重建物體三維資訊時，通常會因掃描產生數據的遺失，而造成三維模型破洞的產生；一個存在非預期破洞的模型無法有效的提供資訊於後續的運用，例如在三維物件的特徵擷取、辨識…等應用主題。近年來，許多破洞修復的演算法利用破洞附近的頂點與三角網格資訊進行修復，然而，若是破洞包含曲率變化劇烈的區域時，這些方法可能會修補出錯誤結果。

本論文提出一個利用二維影像輪廓疊合技術的改良式三維模型補洞演算法(Improved 3D Hole-filling Algorithm Based on Image Contour Matching, IHICM)，使修補結果可更加接近真實物件的網格模型。首先，運用Advancing Front mesh(AFM)法對破洞區域產生新增點以完成粗略的修補；接著，擷取修補網格的切片平面，獲得三維物體的表面(slicing surface)資訊，並以二維影像輪廓(contour)為基準進行新增點的位置調整，使新增點能更符合真實三維模型。本論文使用電腦模擬的三維模型與實際物體掃描的模型，分別執行AFM與IHICM方法於三維破洞修復。其實驗結果顯示，IHICM能有效的修補模型上的破洞區域，其體積誤差與ICP計算較小於AFM的修補結果，並更接近真實三維模型原來的樣貌。

The hole-filling is an amending processing to fit the real appearance of real subjects, and it is an important issue for the construction of a 3D mesh model. Recently, there are many algorithms have been proposed to accomplish the hole-filling task upon voxel-based and triangle-based in the neighborhood. However, the construction of hole-filling may unreliable if the hole is independent to the neighborhood.
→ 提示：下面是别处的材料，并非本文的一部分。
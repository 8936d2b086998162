#pragma once
#include <string_view>

#include "dropfront/report/json_writer.hpp"
#include "dropfront/report/result.hpp"

namespace dropfront::report {

/// The value of `proof` in candidates.json; null when no proof was made or tried:
/// {complete, method, weakest_class, space, discarded: [{why, class, designs}], scored, boxes, open}, and in
/// `open`, null when complete, {designs, boxes, at_best: the objectives}.
void write_proof(JsonWriter& json, const Result& result);

/// "exact", "theorem", "monotone by test".
std::string_view bound_kind_name(search::BoundKind kind);

}  // namespace dropfront::report
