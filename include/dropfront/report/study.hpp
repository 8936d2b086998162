#pragma once
#include <optional>
#include <string>
#include <vector>

#include "dropfront/report/result.hpp"

namespace dropfront::report {

/// One problem of a study. Without a result: not searched, the run was interrupted before.
struct Combination {
  std::string folder;  ///< inside the study's own
  problem::Variation values;
  std::optional<Result> result;
};

/// A problem file with `vary`, searched combination by combination.
struct Study {
  std::string name;
  std::string title;
  std::string version;
  std::vector<Combination> combinations;
  std::vector<std::string> cautions;
};

/// "01-3.3-V": number from 1 and the values, characters other than A-Z a-z 0-9 . _ - turned to '-'.
std::string combination_folder(int number, const problem::Variation& values);

/// The least (for the margin: greatest) value of an objective on the front. Absent: no front, or unknown.
std::optional<double> best_on_front(const Result& result, scoring::Objective objective);

/// study.json: format, title, name, combinations (folder, values, status, front, best), cautions.
std::string study_json(const Study& study);

/// study.csv: folder, one column a varied key, status, front, then the best of each objective.
std::string study_csv(const Study& study);

/// The study across its combinations for people, then the cheapest design of each.
std::string study_text(const Study& study);
std::string study_body(const Study& study);  ///< the same without the cautions

}  // namespace dropfront::report
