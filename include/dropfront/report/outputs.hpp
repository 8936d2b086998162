#pragma once
#include <string>
#include <string_view>
#include <vector>

#include "dropfront/report/result.hpp"
#include "dropfront/report/study.hpp"

namespace dropfront::report {

/// One file of a result folder: its name and the pure function that makes it.
struct Output {
  std::string_view file;
  std::string (*render)(const Result& result);
};
struct StudyOutput {
  std::string_view file;
  std::string (*render)(const Study& study);
};

/// All files of a result folder and of a study's own folder. Adding an output is one function and one line.
const std::vector<Output>& outputs();
const std::vector<StudyOutput>& study_outputs();

/// A file ready to be written, its path relative to the folder.
struct File {
  std::string path;
  std::string content;
};
std::vector<File> result_files(const Result& result);
/// The study's own files, then the result files of each combination in its folder.
std::vector<File> study_files(const Study& study);

}  // namespace dropfront::report
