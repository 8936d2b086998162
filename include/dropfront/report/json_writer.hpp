#pragma once
#include <concepts>
#include <cstdint>
#include <optional>
#include <string>
#include <string_view>
#include <vector>

namespace dropfront::report {

/// Shortest decimal text that reads back as the same double; "null" for a number that is not finite.
std::string exact_text(double value);

/// Writes one JSON document in the order it is told: fixed keys, shortest round-trip numbers, no NaN.
/// `lines` containers put each member on a line of its own, `flat` ones stay on one line with all they hold.
class JsonWriter {
 public:
  enum class Layout { lines, flat };

  void begin_object(Layout layout = Layout::lines) { open('{', layout); }
  void end_object() { close('}'); }
  void begin_array(Layout layout = Layout::lines) { open('[', layout); }
  void end_array() { close(']'); }
  void key(std::string_view name);

  void value(double number) { item(exact_text(number)); }
  void value(bool truth) { item(truth ? "true" : "false"); }
  void value(std::integral auto number) { item(std::to_string(number)); }
  void value(std::string_view text) { item(quoted(text)); }
  void value(const char* text) { value(std::string_view(text)); }
  void value(const std::string& text) { value(std::string_view(text)); }
  void null() { item("null"); }
  template <typename T>
  void value(const std::optional<T>& maybe) {
    maybe ? value(*maybe) : null();
  }
  /// A finished JSON document as one value; its line breaks are indented to the place. Must be valid JSON.
  void document(std::string_view json);

  /// key(name) then value(v).
  template <typename T>
  void member(std::string_view name, const T& v) {
    key(name);
    value(v);
  }

  /// The document, ended by a line break. Call once, after the last container is closed.
  std::string take();

  static std::string quoted(std::string_view text);

 private:
  struct Level {
    Layout layout;
    bool empty = true;
  };
  void open(char bracket, Layout layout);
  void close(char bracket);
  void item(std::string_view text);
  void separate();
  bool flat() const { return !levels_.empty() && levels_.back().layout == Layout::flat; }
  void new_line();

  std::string text_;
  std::vector<Level> levels_;
  bool after_key_ = false;
};

}  // namespace dropfront::report
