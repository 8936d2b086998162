#pragma once
#include "dropfront/report/json_writer.hpp"
#include "dropfront/report/result.hpp"

namespace dropfront::report {

/// Value of "conflict": null where something complies; else limits that cannot hold together, `proven`, and
/// `checks`: what failed, most often first.
void write_conflict(JsonWriter& json, const Result& result);

/// Value, limit, unit and side of a broken check as members, where it was made.
void write_side(JsonWriter& json, const std::optional<scoring::Check>& check);

}  // namespace dropfront::report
Instead of referring to the neighboring meshes, we propose an improved 3D Hole-filling Algorithm based on 2D Image Contour Matching (IHICM). First, the advancing front mesh technique (AFM) is applied to repair the hole by creating new vertices. Next, the new vertices from vertical slice are correspondent adjusting to the contour in 2D image, and the new vertices from vertical slice are repositioned according to the curvature of the surface. In the experiments, we use synthetic and real subjects to demonstrate that the proposed IHICM is reliable and valid in hole-filling. The experimental results show that IHICM algorithm can amend holes effectively, and the volume error and ICP of IHICM is lower than that of the AFM.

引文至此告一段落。